→ Task
Count the lines in the records below that contain the word "level", and reply with only that number.

→ Data supplied
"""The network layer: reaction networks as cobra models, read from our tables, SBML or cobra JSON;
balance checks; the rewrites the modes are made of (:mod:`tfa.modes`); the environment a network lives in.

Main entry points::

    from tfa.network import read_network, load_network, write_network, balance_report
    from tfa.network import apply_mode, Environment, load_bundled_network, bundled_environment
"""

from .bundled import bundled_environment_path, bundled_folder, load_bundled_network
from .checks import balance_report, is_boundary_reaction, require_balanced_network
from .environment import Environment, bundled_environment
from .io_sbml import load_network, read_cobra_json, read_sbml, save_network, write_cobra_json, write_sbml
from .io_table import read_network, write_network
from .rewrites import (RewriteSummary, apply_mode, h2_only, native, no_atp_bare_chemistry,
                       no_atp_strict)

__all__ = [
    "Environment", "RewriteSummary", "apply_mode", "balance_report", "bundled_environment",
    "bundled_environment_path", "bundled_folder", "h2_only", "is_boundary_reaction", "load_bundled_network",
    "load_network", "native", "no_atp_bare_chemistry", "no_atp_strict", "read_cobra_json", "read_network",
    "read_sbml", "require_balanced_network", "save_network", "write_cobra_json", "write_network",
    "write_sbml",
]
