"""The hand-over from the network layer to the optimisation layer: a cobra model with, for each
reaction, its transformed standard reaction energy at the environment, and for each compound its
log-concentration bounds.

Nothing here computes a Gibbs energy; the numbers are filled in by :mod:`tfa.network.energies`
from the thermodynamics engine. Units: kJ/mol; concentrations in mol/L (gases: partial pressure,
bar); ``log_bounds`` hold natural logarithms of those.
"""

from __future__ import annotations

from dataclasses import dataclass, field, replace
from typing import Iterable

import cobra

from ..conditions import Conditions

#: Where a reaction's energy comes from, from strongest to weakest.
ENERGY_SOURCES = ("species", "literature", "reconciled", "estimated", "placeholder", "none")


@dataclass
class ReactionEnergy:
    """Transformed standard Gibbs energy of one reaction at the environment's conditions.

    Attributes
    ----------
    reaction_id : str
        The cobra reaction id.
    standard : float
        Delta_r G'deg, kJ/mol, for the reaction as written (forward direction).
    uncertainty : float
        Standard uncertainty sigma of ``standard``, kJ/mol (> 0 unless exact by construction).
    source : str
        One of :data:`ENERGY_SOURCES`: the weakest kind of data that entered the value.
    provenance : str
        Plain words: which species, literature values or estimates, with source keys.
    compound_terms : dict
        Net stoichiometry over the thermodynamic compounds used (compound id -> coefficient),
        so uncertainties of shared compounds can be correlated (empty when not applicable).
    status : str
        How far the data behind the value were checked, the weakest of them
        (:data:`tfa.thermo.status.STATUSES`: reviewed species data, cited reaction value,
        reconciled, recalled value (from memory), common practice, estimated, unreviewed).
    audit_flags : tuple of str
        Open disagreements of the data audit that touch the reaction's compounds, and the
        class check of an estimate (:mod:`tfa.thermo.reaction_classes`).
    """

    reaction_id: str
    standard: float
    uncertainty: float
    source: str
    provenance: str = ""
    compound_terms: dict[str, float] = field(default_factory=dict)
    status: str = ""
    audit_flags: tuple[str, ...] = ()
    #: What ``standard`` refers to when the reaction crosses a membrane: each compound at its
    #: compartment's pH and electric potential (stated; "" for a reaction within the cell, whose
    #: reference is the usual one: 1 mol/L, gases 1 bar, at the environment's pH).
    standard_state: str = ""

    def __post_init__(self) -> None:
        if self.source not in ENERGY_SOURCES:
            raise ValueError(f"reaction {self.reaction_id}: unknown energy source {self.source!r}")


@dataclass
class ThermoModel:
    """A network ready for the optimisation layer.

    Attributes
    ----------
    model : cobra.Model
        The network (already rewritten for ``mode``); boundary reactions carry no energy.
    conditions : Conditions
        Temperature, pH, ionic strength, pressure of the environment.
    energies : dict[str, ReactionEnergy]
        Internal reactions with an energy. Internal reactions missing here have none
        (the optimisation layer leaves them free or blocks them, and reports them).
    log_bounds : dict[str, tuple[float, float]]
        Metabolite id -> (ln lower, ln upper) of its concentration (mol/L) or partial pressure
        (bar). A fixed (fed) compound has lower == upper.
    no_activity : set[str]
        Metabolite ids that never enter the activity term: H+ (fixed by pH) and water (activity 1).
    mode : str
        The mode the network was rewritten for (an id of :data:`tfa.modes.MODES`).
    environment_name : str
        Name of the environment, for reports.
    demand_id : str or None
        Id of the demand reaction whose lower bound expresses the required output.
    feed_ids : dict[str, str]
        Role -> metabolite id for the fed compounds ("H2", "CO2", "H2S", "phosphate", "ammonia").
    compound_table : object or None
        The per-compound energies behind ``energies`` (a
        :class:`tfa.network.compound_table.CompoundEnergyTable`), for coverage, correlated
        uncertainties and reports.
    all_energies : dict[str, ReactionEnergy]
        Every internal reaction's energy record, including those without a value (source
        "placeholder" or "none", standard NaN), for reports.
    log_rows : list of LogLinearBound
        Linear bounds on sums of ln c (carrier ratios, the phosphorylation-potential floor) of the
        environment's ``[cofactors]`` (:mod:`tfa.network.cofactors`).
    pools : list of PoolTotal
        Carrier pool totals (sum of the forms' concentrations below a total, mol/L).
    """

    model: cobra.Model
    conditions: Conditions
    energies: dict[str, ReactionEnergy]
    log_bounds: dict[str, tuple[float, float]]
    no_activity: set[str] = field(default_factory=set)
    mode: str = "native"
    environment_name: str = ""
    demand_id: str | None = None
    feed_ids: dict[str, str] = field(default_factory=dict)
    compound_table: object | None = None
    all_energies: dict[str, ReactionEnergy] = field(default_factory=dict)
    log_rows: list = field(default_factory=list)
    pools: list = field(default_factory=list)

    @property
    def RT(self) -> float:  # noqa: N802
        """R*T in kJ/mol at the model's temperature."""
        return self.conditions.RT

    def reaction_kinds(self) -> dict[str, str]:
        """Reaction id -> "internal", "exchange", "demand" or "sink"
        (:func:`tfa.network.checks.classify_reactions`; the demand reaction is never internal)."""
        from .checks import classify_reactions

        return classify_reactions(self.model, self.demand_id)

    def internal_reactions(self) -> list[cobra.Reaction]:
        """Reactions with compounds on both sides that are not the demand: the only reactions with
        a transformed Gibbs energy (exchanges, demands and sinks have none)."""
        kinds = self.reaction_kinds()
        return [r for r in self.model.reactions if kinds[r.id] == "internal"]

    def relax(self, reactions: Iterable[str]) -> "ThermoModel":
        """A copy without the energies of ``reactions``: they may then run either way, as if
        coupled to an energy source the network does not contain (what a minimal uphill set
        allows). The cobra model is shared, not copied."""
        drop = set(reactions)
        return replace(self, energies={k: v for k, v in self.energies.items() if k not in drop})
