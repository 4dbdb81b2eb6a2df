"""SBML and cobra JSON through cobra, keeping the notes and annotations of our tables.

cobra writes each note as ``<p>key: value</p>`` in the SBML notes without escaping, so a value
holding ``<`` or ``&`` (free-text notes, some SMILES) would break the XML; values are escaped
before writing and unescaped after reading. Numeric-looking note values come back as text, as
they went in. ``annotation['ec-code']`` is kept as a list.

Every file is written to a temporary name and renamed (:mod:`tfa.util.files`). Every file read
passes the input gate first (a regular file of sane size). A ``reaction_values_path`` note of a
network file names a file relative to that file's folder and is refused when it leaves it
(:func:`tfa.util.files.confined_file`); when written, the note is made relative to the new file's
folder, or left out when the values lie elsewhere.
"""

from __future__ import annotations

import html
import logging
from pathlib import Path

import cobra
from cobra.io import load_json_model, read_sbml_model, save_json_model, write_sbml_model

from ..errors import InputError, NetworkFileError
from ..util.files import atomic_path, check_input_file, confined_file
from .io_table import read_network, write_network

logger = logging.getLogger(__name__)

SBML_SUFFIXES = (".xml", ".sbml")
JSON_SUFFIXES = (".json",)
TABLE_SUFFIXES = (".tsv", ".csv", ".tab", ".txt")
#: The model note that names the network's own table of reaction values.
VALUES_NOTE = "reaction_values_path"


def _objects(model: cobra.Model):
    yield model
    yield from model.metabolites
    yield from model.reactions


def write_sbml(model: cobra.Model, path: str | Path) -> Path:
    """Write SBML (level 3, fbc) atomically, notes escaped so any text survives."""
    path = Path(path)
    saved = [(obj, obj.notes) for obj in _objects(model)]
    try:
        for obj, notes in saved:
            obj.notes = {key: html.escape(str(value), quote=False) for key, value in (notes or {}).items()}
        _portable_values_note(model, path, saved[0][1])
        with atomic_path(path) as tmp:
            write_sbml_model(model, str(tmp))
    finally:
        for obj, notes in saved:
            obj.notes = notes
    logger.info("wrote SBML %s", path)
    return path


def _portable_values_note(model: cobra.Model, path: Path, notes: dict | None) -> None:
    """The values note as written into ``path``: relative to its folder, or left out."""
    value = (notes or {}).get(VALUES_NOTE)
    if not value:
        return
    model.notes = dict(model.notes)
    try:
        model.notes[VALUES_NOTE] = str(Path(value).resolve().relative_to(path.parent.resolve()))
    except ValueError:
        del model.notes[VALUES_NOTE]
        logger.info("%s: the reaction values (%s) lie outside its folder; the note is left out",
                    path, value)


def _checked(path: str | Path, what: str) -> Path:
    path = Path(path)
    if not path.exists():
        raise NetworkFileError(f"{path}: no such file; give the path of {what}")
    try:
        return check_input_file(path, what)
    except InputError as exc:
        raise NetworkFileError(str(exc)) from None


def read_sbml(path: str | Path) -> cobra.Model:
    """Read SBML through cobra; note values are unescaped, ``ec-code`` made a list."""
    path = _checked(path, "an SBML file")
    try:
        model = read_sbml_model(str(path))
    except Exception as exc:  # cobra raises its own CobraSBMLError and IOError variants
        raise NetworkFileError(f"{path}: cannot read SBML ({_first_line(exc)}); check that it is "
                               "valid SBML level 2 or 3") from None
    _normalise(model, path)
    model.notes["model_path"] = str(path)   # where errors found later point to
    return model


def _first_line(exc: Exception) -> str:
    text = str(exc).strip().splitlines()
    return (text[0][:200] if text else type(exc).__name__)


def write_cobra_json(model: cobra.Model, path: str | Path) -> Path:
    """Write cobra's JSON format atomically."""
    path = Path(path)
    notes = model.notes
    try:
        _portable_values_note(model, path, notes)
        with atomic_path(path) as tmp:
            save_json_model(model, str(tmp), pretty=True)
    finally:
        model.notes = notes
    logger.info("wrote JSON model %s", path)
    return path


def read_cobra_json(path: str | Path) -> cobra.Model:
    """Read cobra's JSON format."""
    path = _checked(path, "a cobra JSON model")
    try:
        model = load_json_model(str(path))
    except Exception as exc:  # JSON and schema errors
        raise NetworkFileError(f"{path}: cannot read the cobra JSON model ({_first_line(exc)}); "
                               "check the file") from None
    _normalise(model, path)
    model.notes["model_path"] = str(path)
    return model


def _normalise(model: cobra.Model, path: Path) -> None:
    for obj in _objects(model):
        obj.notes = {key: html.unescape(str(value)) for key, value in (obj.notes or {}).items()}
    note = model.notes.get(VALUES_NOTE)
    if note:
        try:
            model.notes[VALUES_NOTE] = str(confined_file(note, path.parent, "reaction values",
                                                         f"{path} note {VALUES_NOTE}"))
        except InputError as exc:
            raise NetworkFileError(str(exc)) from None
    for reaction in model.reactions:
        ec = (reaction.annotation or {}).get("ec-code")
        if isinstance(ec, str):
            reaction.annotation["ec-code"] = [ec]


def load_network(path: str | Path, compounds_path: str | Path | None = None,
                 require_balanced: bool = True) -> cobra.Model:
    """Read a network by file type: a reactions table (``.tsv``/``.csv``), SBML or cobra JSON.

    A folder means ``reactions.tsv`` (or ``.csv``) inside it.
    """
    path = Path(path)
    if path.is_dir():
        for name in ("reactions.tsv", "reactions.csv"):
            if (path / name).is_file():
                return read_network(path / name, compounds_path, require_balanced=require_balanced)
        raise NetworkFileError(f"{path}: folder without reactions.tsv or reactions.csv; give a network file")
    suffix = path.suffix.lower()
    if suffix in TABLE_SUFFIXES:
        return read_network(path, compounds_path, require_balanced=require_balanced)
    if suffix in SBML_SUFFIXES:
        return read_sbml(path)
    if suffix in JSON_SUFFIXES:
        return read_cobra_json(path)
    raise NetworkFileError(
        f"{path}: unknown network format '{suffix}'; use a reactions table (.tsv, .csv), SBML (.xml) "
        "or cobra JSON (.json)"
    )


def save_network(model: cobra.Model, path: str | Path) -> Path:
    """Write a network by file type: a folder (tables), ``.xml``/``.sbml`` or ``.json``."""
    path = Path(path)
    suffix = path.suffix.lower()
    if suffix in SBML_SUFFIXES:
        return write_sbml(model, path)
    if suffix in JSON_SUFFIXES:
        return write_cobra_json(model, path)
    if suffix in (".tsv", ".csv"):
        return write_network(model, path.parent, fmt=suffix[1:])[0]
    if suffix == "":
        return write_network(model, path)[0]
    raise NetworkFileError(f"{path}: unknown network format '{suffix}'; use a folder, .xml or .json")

→ Your solution
2